Build
Building the containers
Before the application can be started, application containers have to be built. This can be achieved with the following command.
docker-compose build
Time
Building these containers will take some time. Especially the init and annotation containers have to install a lot of perl modules and take some time before they are ready.
Refer to the next section for further details on individual docker containers and their purpose.
Docker Container
Docker Container
The application, as presented, utilizes multiple docker containers for the components.
- mariadb
- EVAdb (docker/snv-hg19p)
- EVAdb admin (docker/snvedit)
- init container (helperscripts)
- annotation (annotation)
The EVAdb application consists of two user-facing web interfaces hosted through an Apache Webserver as cgi scripts. To run the application, we also setup the mysql database (mariadb), an init container and an annotation container. The primary use-case of the init container is creation of the database, initial user setup and import of external databases. It should be run on first startup and whenever external data needs changing. The annotation container is intended to be used for the import of vcf files from your standard GATK best practices pipeline.

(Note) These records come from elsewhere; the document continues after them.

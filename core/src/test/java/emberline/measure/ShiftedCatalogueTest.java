package emberline.measure;

import static org.junit.jupiter.api.Assertions.assertEquals;
import static org.junit.jupiter.api.Assertions.assertTrue;

import emberline.catalogue.Feature;
import emberline.catalogue.FeatureCatalogue;
import emberline.catalogue.FeatureWindow;
import emberline.catalogue.Form;
import emberline.catalogue.Statistic;
import emberline.prepare.PreparedSpectrum;
import java.nio.file.Files;
import java.nio.file.Path;
import java.util.List;
import org.junit.jupiter.api.io.TempDir;
import org.junit.jupiter.params.ParameterizedTest;
import org.junit.jupiter.params.provider.ValueSource;

/** Windows and wavelengths that are moved by one factor together measure the same. */
class ShiftedCatalogueTest {

    private static final FeatureCatalogue STANDARD = FeatureCatalogue.standard();

    @TempDir private Path folder;

    private static List<Feature> ratios() {
        return STANDARD.features().stream()
                .filter(f -> f.form() == Form.RATIO_OF_MEANS && f.statistic() == Statistic.MEAN)
                .filter(f -> f.smoothToResolvingPower().isEmpty())
                .filter(f -> f.minResolvingPower().isEmpty())
                .filter(
                        f ->
                                f.windows().stream()
                                        .allMatch(
                                                w ->
                                                        w.window().lowMicron() > 0.65
                                                                && w.window().highMicron() < 2.4))
                .toList();
    }

    private static String moved(Feature feature) {
        return "moved2026/" + feature.id().replace('/', '-');
    }

    private FeatureCatalogue moved(List<Feature> features, double factor) throws Exception {
        StringBuilder rows =
                new StringBuilder(
                        "id,symbol,kind,form,species,band,medium,window_unit,source,how_known,"
                                + "confidence_percent,sense,purpose\n");
        StringBuilder windows = new StringBuilder("feature,role,low,high\n");
        for (Feature feature : features) {
            List<?> cells =
                    List.of(
                            moved(feature),
                            "Moved",
                            feature.kind(),
                            feature.form(),
                            feature.species(),
                            feature.band(),
                            "VACUUM",
                            "MICRON",
                            "moved2026",
                            "FROM_MEMORY",
                            50,
                            feature.sense(),
                            feature.purpose());
            rows.append(String.join(",", cells.stream().map(String::valueOf).toList()))
                    .append('\n');
            for (FeatureWindow part : feature.windows()) {
                windows.append(moved(feature)).append(',').append(part.role()).append(',');
                windows.append(part.window().lowMicron() * factor).append(',');
                windows.append(part.window().highMicron() * factor).append('\n');
            }
        }
        Files.createDirectories(folder.resolve("features"));
        Files.createDirectories(folder.resolve("windows"));
        Files.writeString(
                folder.resolve("sources.csv"), "key,authors,year\nmoved2026,Example,2026\n");
        Files.writeString(folder.resolve("features/moved.csv"), rows);
        Files.writeString(folder.resolve("windows/moved.csv"), windows);
        return STANDARD.with(folder);
    }

    @ParameterizedTest
    @ValueSource(doubles = {1.0007, 0.99, 1.013})
    void movingWindowsAndWavelengthsTogetherChangesNothing(double factor) throws Exception {
        List<Feature> features = ratios();
        PreparedSpectrum here =
                TestSpectra.of(
                        0.6,
                        2.5,
                        3e-4,
                        1500,
                        0.02,
                        micron -> 2 + Math.sin(40 * micron) + 0.3 * Math.sin(1700 * micron));
        double[] wavelengths = here.spectrum().wavelengthsMicron();
        for (int i = 0; i < wavelengths.length; i++) {
            wavelengths[i] *= factor;
        }
        Measurements there =
                new Measurer(moved(features, factor), Measuring.withDefaults().withSite(Site.SPACE))
                        .measure(
                                TestSpectra.prepared(
                                        here.spectrum().withWavelengthsMicron(wavelengths), 1500));
        Measurements expected = TestSpectra.measure(here);
        int compared = 0;
        for (Feature feature : features) {
            if (expected.measured(feature.id()).isPresent()) {
                double value = TestSpectra.value(expected, feature.id());
                assertEquals(value, TestSpectra.value(there, moved(feature)), 1e-9, feature.id());
                compared++;
            }
        }
        assertTrue(compared >= 20, compared + " features");
    }
}
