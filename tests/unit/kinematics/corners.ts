import type { CornerGeometry, Vec3 } from '../../../src/lib/kinematics';

const raised = (x: number, y: number, z: number): Vec3 => [x, y, z + 445.1];

/**
 * Left front corner of a military truck. Points: Project Chrono (BSD-3), data/vehicle/hmmwv/suspension, front double
 * wishbone, raised to stand on the ground. Loaded radius: US Army TM 9-2320-387-24-1, para 8-10 (hub height 16.5 in).
 */
export const TRUCK: CornerGeometry = {
	points: {
		lowerFront: raised(223, 307, 0),
		lowerRear: raised(-223, 307, 0),
		lowerBall: raised(-36, 787, -118),
		upperFront: raised(-48, 446, 245),
		upperRear: raised(-268, 478, 196),
		upperBall: raised(-53, 716, 215),
		tieRodInner: raised(-250, 448, 54),
		tieRodOuter: raised(-176, 821, -16)
	},
	wheel: { track: 1820, x: -40, loadedRadius: 419.1, camber: 0, toe: 0 }
};

/** An invented road corner with every optional part; its numbers are nobody's. */
export const ROAD: CornerGeometry = {
	points: {
		upperFront: [105, 372, 418],
		upperRear: [-128, 381, 403],
		upperBall: [-21, 603, 447],
		lowerFront: [152, 318, 171],
		lowerRear: [-163, 327, 182],
		lowerBall: [6, 668, 158],
		tieRodInner: [-118, 338, 203],
		tieRodOuter: [-132, 655, 196]
	},
	wheel: { track: 1480, x: 2, loadedRadius: 301, camber: -0.8, toe: 0.12 },
	coilover: {
		top: [12, 402, 560],
		bottom: [8, 552, 186],
		on: 'lowerArm',
		rate: 62,
		forceAtRide: 4150,
		openLength: 430,
		closedLength: 310
	},
	vehicle: {
		wheelbase: 2540,
		cgHeight: 505,
		frontBrakeShare: 0.62,
		frontBrakes: 'upright',
		sprungCornerMass: 268,
		tyreRate: 205
	}
};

The setup of all containers is done through the docker-compose script
(docker-compose.yml
). Below, we will explain the basic setup of each
containers.
docker-compose run
To execute a tool in a running container of our setup, please use either
docker-compose exec [db|evadb_user|evadb_admin|evadb_init|annotation] bash
if the container is currently running, or
docker-compose run [db|evadb_user|evadb_admin|evadb_init|annotation] bash
if the container is currently shut off. For example, to inspect the database in detail, one can use
docker-compose exec db mysql -u <USER> -p<PW>
to get a mysql shell in the container.
EVAdb and EVAdb Admin Containers
Both containers are extended from standard apache/httpd Dockerfiles. We support some environment variables to supply the database user and password data. For each container, the application will run as https web service on port 443 which can be forwarded by standard docker syntax. By default, the user facing filter application will take port 443 of the host and the admin application will use port 8443.
Firewall Setup
When running a production setup where access to your EVAdb instance from the internet is required it is recommended to run a firewall with only port 443 accessible from the outside. In such a setup, you could access the admin backend only from your local network or through SSH port-forwarding (f.e.)
SSL Setup
Both containers require a docker volume to be mounted at the /ssl
location (can be read-only) containing a certificate and private key file
for the SSL connection. The files must be named evadb.crt
and
evadb.key
respectively.
Init Container
The init container will initialize the database. It creates the first user for the web interface which can then create other users as well. It is built from a standard debian image and installs most software for running the perl scripts to setup the database.
First Startup
On first start, the EVAdb will typically launch against an unitialized
database. In order to function properly, at least INIT_DB
and INIT_USER
have to be set to 1
to create the database setup and add initial
user credentials.
It features two docker-volumes which need to be populated with data for the container to work properly.
Volume | Purpose |
---|---|
/library |
Hosting pre-downloaded external databases (gnomAD, dbNSFP etc.). See the Download Section for more details. |
/database |
Database dumps and sql scripts for database creation. The container uses all scripts from this folder to initialize the database. |
The behaviour of the container can be influenced by setting the IMPORT_*
and
INIT_*
environment variables. This is especially useful if only a single
third-party dataset should be reimported. Other values than 1
(e.g. 0
) will
turn off the respective part.
Database Wipe
If the Init container is run with INIT_DB=1
on an initialized database
all data is wiped off the installation.
Setting | Default | Description |
---|---|---|
INIT_DB | 1 | Initialize the database (wipes existing data) |
INIT_USER | 1 | Setup admin user and password |
IMPORT_DBNSFP | 1 | Toggle import of Polyphen2 and SIFT |
IMPORT_CADD | 1 | Toggle import of CADD scores |
IMPORT_GNOMAD | 1 | Toggle import of gnomAD |
IMPORT_DGV | 1 | Toggle import of dgv structural variation |
IMPORT_CLINVAR | 1 | Toggle import of clinvar data |
IMPORT_UCSC | 1 | Toggle import of ucsc data |
IMPORT_CDSDB | 1 | Toggle import of coding sequence database |
IMPORT_LOF_METRICS | 1 | Toggle import of gnomad scores by gene |
Annotation Container
The annotation container is built from the ngs-pipeline
repository. Its primary purpose is enabling the import of vcf files for samples.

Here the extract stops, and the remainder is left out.